По словам авторов исследования, исследование, которое будет опубликовано 29 июля в журнале Science Advances, может открыть новые возможности для разработки лекарств для предотвращения или лечения бактериальной инфекции.Исследователи выяснили, насколько плотно скручены длинные нити ДНК, что необходимо, если они должны уместиться в компактных пространствах. У эукариот нити обвивают гистоновые белки, чтобы поместиться внутри ядра.
Для одноклеточных прокариот, в состав которых входят бактерии, белки HU служат гистонами, а хромосомы группируются в нуклеоид, у которого отсутствует мембрана.Когда обычные изгибы и повороты уплотнения ДНК превращаются в суперспирализацию, могут начаться проблемы.
«Было известно, что суперспирализация ДНК приводит к патогенности у бактерий, но то, как именно бактериальная хромосома конденсируется, организуется и, в конечном итоге, сегрегируется, оставалось загадкой более полувека», — сказал ведущий автор исследования Михал Хаммел, научный сотрудник из Беркли. Отделение молекулярной биофизики и интегрированного биоимиджинга лаборатории. «Что мы сделали впервые, так это визуализировали на E. coli, как происходит эта упаковка, и мы также обнаружили, что то, как белки HU упаковывают хромосомы, может запускать экспрессию генов.
Это ново».Захват HU в действииВыяснение этих молекулярных механизмов повлекло за собой визуализацию белков HU с разным разрешением и на разных стадиях с использованием двух каналов передачи в Advanced Light Source лаборатории Беркли, пользовательского объекта Управления науки Министерства энергетики США. Канал SIBYLS (структурно интегрированная биология для наук о жизни), управляемый старшим научным сотрудником Джоном Тайнером, сочетает в себе возможности рентгеновской кристаллографии и малоуглового рассеяния рентгеновских лучей (SAXS).

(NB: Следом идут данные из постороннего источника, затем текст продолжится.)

"""The posterior of (t_max, Δm15, μ, host E): a grid over the first two, the others in closed form.

At a node r = y - M - T - K and the design [1, R_X] give, with A = XᵀC⁻¹X + diag(0, 1) and
b = XᵀC⁻¹r - (0, 1/τ), a normal in (μ, E) cut at E = 0. Limits and weak detections multiply every
node by their flux likelihood, expanded to second order about the most probable (μ, E).
"""

from __future__ import annotations

from dataclasses import dataclass, replace

import numpy as np
from numpy.typing import NDArray
from scipy.linalg import cholesky, solve_triangular
from scipy.special import log_ndtr

from reduce.candles.covariance import Covariance, covariance, passband_error
from reduce.candles.distance import rest_phase
from reduce.candles.model import FIRST_PHASE, LAST_PHASE, TypeIaModel
from reduce.candles.points import MAG_PER_RELATIVE_FLUX, Points
from reduce.records import FLUX_ZERO_POINT, Floats

RISE_D = 18.0
"""Rest-frame days from explosion to B maximum (Ganeshalingam et al. 2011: 18.0; from memory)."""
LARGEST_FLUX_CHI2 = 25.0
"""Bound of one flux point's χ²: a bad subtraction must not outweigh the light curve."""
SUPPORT = 9.0
"""Nodes further than this below the peak in ln P are left out: exp(-9) = 1e-4."""
FURTHEST_D = 18.0
GRID = 31
FLUX_STEPS = 3
"""Steps towards the most probable (μ, E) of a node; the third moves μ by less than a mmag."""


@dataclass(frozen=True, slots=True)
class Data:
    """Input of a fit: magnitudes with the Milky Way's dust removed, fluxes as observed."""

    mags: Points
    fluxes: Points
    z: float
    ebv_mw: float
    """On the SF11 scale; 0 when nothing is corrected."""
    model: TypeIaModel

    def phase(self, mjd: Floats, t_max: float) -> Floats:
        """Rest-frame days since ``t_max``."""
        return rest_phase(mjd, t_max, self.z)

    def in_range(self, t_max: float) -> NDArray[np.bool_]:
        """Magnitude points inside the phases of the model."""
        phase = self.phase(self.mags.mjd, t_max)
        return (phase > FIRST_PHASE) & (phase < LAST_PHASE)


@dataclass(frozen=True, slots=True)
class System:
    """Everything that stays the same over the grid: points, covariance, design."""

    points: Points
    parts: Covariance
    dust: Floats
    """Host coefficient R_X of each point."""
    whitener: Floats
    """Inverse of the lower Cholesky factor of the covariance."""
    design: Floats
    """Whitened [1, R_X], shape (n, 2)."""
    normal: Floats
    """A, shape (2, 2)."""
    inverse: Floats

    def __len__(self) -> int:
        return len(self.points)


@dataclass(frozen=True, slots=True)
class Quadratic:
    """-½ θᵀAθ + bᵀθ in θ = (μ, E) for every decline rate: the elements of A, shape (n,), and b, shape (2, n)."""

    mu_mu: Floats
    mu_e: Floats
    e_e: Floats
    linear: Floats

    @property
    def determinant(self) -> Floats:
        """Of A."""
        return self.mu_mu * self.e_e - self.mu_e**2

    @property
    def centre(self) -> Floats:
        """A⁻¹b, without the cut at E = 0."""
        b = self.linear
        top = np.array([self.e_e * b[0] - self.mu_e * b[1], self.mu_mu * b[1] - self.mu_e * b[0]])
        return np.asarray(top / self.determinant, float)

    def times(self, mu: Floats, e: Floats) -> Floats:
        """Aθ."""
        return np.array([self.mu_mu * mu + self.mu_e * e, self.mu_e * mu + self.e_e * e])

    def at(self, mu: Floats, e: Floats) -> Floats:
        """Its value."""
        theta = np.array([mu, e])
        return np.asarray((self.linear * theta).sum(0) - 0.5 * (theta * self.times(mu, e)).sum(0), float)


@dataclass(frozen=True, slots=True)
class Nodes:
    """Log probability and the moments of (μ, E) at grid nodes, shape (t_max, Δm15)."""

    t_max: Floats
    dm15: Floats
    ln_p: Floats
    mu: Floats
    mu_var: Floats
    e: Floats
    e_var: Floats
    mu_e: Floats
    """Covariance of μ and E within a node."""

    @property
    def peak(self) -> tuple[int, int]:
        """Indices of the most probable node."""
        i, j = np.unravel_index(int(np.argmax(self.ln_p)), self.ln_p.shape)
        return int(i), int(j)

    @property
    def weight(self) -> Floats:
        """Probability of each node, adding up to 1."""
        weight = np.exp(self.ln_p - self.ln_p.max())
        return np.asarray(weight / weight.sum(), float)


def system_at(data: Data, keep: NDArray[np.bool_], t_max: float) -> System:
    """The linear problem with the covariance that belongs to ``t_max``; ``keep`` is False for outliers."""
    points = data.mags.take(keep & data.in_range(t_max))
    parts = covariance(points, data.phase(points.mjd, t_max), data.model)
    factor = cholesky(parts.total, lower=True)
    whitener = np.asarray(solve_triangular(factor, np.eye(len(points)), lower=True), float)
    dust = np.empty(len(points))
    for band, rows in points.bands:
        dust[rows] = data.model.host_coefficient(band, data.z)
    design = whitener @ np.column_stack([np.ones(len(points)), dust])
    # the weak N(0, 1) on E keeps a single band solvable
    normal = design.T @ design + np.diag([0.0, 1.0])
    return System(points, parts, dust, whitener, design, normal, np.linalg.inv(normal))


def _cut_normal(mean: Floats, sigma: Floats) -> tuple[Floats, Floats]:
    """Mean and variance of a normal cut at zero."""
    t = mean / sigma
    hazard = np.exp(-0.5 * t**2 - 0.5 * np.log(2.0 * np.pi) - log_ndtr(t))
    return mean + sigma * hazard, np.maximum(sigma**2 * (1.0 - hazard * (hazard + t)), 1e-8)


def _row(system: System, data: Data, t_max: float, dm15: Floats) -> tuple[Floats, ...]:
    """ln P and the moments of (μ, E) at one t_max for all decline rates."""
    points, prior = system.points, data.model.prior
    phase = data.phase(points.mjd, t_max)
    shape = data.model.standard_mags(points.bands, phase, dm15, data.z)
    residual = system.whitener @ (points.value[:, None] - shape)
    linear = system.design.T @ residual
    linear[1] -= 1.0 / prior.e_host_scale
    normal = [np.full(len(dm15), system.normal[i, j]) for i, j in ((0, 0), (0, 1), (1, 1))]
    node = Quadratic(normal[0], normal[1], normal[2], linear)
    ln_p = -0.5 * (residual**2).sum(0) + prior.ln_dm15(dm15)
    if len(data.fluxes):
        node, more = _with_fluxes(node, data, t_max, dm15)
        ln_p += more
    centre = node.centre
    sigma = np.sqrt(node.mu_mu / node.determinant)
    ln_p += 0.5 * (node.linear * centre).sum(0) + log_ndtr(centre[1] / sigma)
    e, e_var = _cut_normal(centre[1], sigma)
    slope = node.mu_e / node.mu_mu
    mu = node.linear[0] / node.mu_mu - slope * e
    return ln_p, mu, 1.0 / node.mu_mu + slope**2 * e_var, e, e_var, -slope * e_var


def _model_flux(data: Data, t_max: float, dm15: Floats) -> tuple[Floats, Floats, Floats]:
    """Flux at μ = 0 and E = 0, shape (flux point, Δm15); of each point the host coefficient and the relative error.

    The error is that of magnitude points: template and colour scatter, the nugget, what a night and a band share. A
    larger one would give points that scatter down to below S/N 5 less weight than those that scatter up.

    Before the first day of the model the flux grows with the square of the time since explosion (common
    practice).
    """
    points = data.fluxes
    phase = data.phase(points.mjd, t_max)
    held = np.maximum(phase, FIRST_PHASE)
    rise = np.clip((phase + RISE_D) / (FIRST_PHASE + RISE_D), 0.0, 1.0) ** 2
    model = data.model
    mag = model.standard_mags(points.bands, held, dm15, data.z)
    dust, colour = np.empty(len(points)), np.empty(len(points))
    for band, rows in points.bands:
        mag[rows] += model.mw_coefficients[band] * data.ebv_mw
        dust[rows] = model.host_coefficient(band, data.z)
        colour[rows] = model.scatter.colour[band]
    scatter = model.shape_scatter(points.bands, phase) ** 2 + colour**2 + model.scatter.nugget**2
    shared = points.err_night**2 + points.err_band**2 + passband_error(points, phase) ** 2
    err_mag = np.sqrt(scatter + shared)
    return 10.0 ** (-0.4 * (mag - FLUX_ZERO_POINT)) * rise[:, None], dust, err_mag / MAG_PER_RELATIVE_FLUX


def _with_fluxes(node: Quadratic, data: Data, t_max: float, dm15: Floats) -> tuple[Quadratic, Floats]:
    """Add the flux likelihood, expanded about the most probable (μ, E ≥ 0) of each node; and what ln P gains.

    A flux of mean p and variance 1 + (relative p)², in units of its measured error, is Gaussian in p; p falls by
    p / 1.0857 for each mag of μ + R E. Steps follow the expected curvature (Fisher scoring).
    """
    flux, dust, relative = _model_flux(data, t_max, dm15)
    bright = flux / data.fluxes.err[:, None]
    measured = (data.fluxes.value / data.fluxes.err)[:, None]
    r, rel2 = dust[:, None], relative[:, None] ** 2
    e = np.maximum(node.centre[1], 0.0)
    mu = (node.linear[0] - node.mu_e * e) / node.mu_mu
    for turn in range(FLUX_STEPS + 1):
        p = bright * np.exp(-(mu + r * e) / MAG_PER_RELATIVE_FLUX)
        variance = 1.0 + rel2 * p**2
        off = measured - p
        chi2 = off**2 / variance
        counts = (chi2 < LARGEST_FLUX_CHI2) * p / MAG_PER_RELATIVE_FLUX
        slope = -counts * (off + rel2 * p * (chi2 - 1.0)) / variance
        weight = counts**2 * (1.0 + 2.0 * rel2**2 * p**2 / variance) / variance
        grown = Quadratic(
            node.mu_mu + weight.sum(0), node.mu_e + (r * weight).sum(0), node.e_e + (r * r * weight).sum(0), node.linear
        )
        # the linear term that gives the sum of both the right slope here
        gain = np.array([slope.sum(0), (r * slope).sum(0)]) + grown.times(mu, e) - node.times(mu, e)
        grown = replace(grown, linear=node.linear + gain)
        if turn < FLUX_STEPS:
            e = np.maximum(grown.centre[1], 0.0)
            mu = mu + np.clip((grown.linear[0] - grown.mu_e * e) / grown.mu_mu - mu, -1.0, 1.0)
    here = -0.5 * (np.minimum(chi2, LARGEST_FLUX_CHI2) + np.log(variance)).sum(0)
    value = here + node.at(mu, e) - grown.at(mu, e)
    return grown, value - 0.5 * np.log(grown.determinant / node.determinant)


def evaluate(system: System, data: Data, t_max: Floats, dm15: Floats) -> Nodes:
    """All nodes of a grid."""
    rows = [_row(system, data, float(t), dm15) for t in t_max]
    columns = [np.array([np.broadcast_to(row[i], dm15.shape) for row in rows]) for i in range(6)]
    return Nodes(t_max, dm15, *columns)


def residuals(system: System, data: Data, t_max: float, dm15: float, mu: float, e: float) -> Floats:
    """Observed minus model in mag of the points of ``system``."""
    phase = data.phase(system.points.mjd, t_max)
    shape = data.model.standard_mags(system.points.bands, phase, np.array([dm15]), data.z)[:, 0]
    return np.asarray(system.points.value - shape - mu - system.dust * e, float)


def _limits(axis: Floats, used: NDArray[np.bool_]) -> tuple[float, float, bool, bool]:
    """Ends of the used part of an axis with one step of margin, and whether it touches either end."""
    inside = np.flatnonzero(used)
    step = float(axis[1] - axis[0])
    low, high = float(axis[inside[0]]) - step, float(axis[inside[-1]]) + step
    return low, high, bool(used[0]), bool(used[-1])


def explore(system: System, data: Data, t_start: float) -> Nodes:
    """The posterior on a grid that covers everything within exp(-9) of its peak, in both parameters."""
    low, high = data.model.prior.dm15_range
    d_low, d_high = low, high
    t_low, t_high = t_start - 3.0, t_start + 3.0
    earliest, latest = t_start - FURTHEST_D, t_start + FURTHEST_D
    for _ in range(10):
        coarse = evaluate(system, data, np.linspace(t_low, t_high, 17), np.linspace(d_low, d_high, 15))
        used = coarse.ln_p > coarse.ln_p.max() - SUPPORT
        t_from, t_to, at_first, at_last = _limits(coarse.t_max, used.any(axis=1))
        d_from, d_to, d_first, d_last = _limits(coarse.dm15, used.any(axis=0))
        grow_low, grow_high = at_first and t_low > earliest, at_last and t_high < latest
        grow_d = (d_first and d_low > low) or (d_last and d_high < high)
        fine = used.any(axis=1).sum() >= 8 and used.any(axis=0).sum() >= 7
        if fine and not (grow_low or grow_high or grow_d):
            break
        width = t_to - t_from
        t_low = max(t_from - (0.5 * width if grow_low else 0.0), earliest)
        t_high = min(t_to + (0.5 * width if grow_high else 0.0), latest)
        d_margin = 0.25 * (d_to - d_from)
        d_low = max(d_from - (d_margin if d_first else 0.0), low)
        d_high = min(d_to + (d_margin if d_last else 0.0), high)
    d_from, d_to = max(d_from, low), min(d_to, high)
    return evaluate(
        system,
        data,
        np.linspace(max(t_from, earliest), min(t_to, latest), GRID),
        np.linspace(d_from, d_to, GRID),
    )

Кристаллография предоставила детали на атомном уровне того, как белки HU взаимодействуют с бактериальной ДНК, в то время как SAXS смогла показать, как белки HU собираются и влияют на более длинные цепи ДНК в растворе.Чтобы получить четкое представление о том, как это скручивание и упаковка проявляется на клеточном уровне, Хаммель объединился с научным сотрудником лаборатории Беркли Кэролайн Ларабелл, директором Национального центра рентгеновской томографии (NCXT), также базирующегося в Advanced Light Source.«Нам было необходимо взаимодействие этих различных методов, чтобы получить общую картину того, как взаимодействия HU с ДНК влияют на бактерии», — добавил Ларабелл, который также является профессором анатомии в Калифорнийском университете в Сан-Франциско. «С помощью рентгеновской томографии мы можем увидеть естественный контраст в органическом материале в состоянии, максимально приближенном к живому, и мы можем предоставить количественные сравнения того, насколько уплотненными были хромосомы у патогенных и нормальных штаммов E. coli. . "Ларабелл подсчитал, что генетический материал в патогенной кишечной палочке настолько плотно упакован, что потребляет меньше половины объема по сравнению с его немутантным аналогом.Мишень для контроля патогенеза
До этой статьи считалось, что фермент топоизомераза является основным двигателем свертывания ДНК у бактерий. Это новое исследование показывает, что, независимо от топоизомеразы, изменения сборки белков HU было достаточно, чтобы вызвать изменения в свертывании ДНК на разных стадиях роста бактерий.«Что примечательно в белках HU как триггере экспрессии генов, так это то, что они быстрые, — сказал Хаммел. «Это имеет смысл как механизм выживания бактерий, которым необходимо быстро адаптироваться к разным условиям».Результаты исследования также вызывают вопрос: если можно включить патогенность, можно ли ее также выключить?
«Мы определенно ожидаем ответа на этот вопрос в будущих исследованиях», — сказал Хаммель. «Эти взаимодействия HU могут быть привлекательной мишенью для лекарств, контролирующих патогенез не только бактерий, но и других микробов со сравнимой генетической структурой».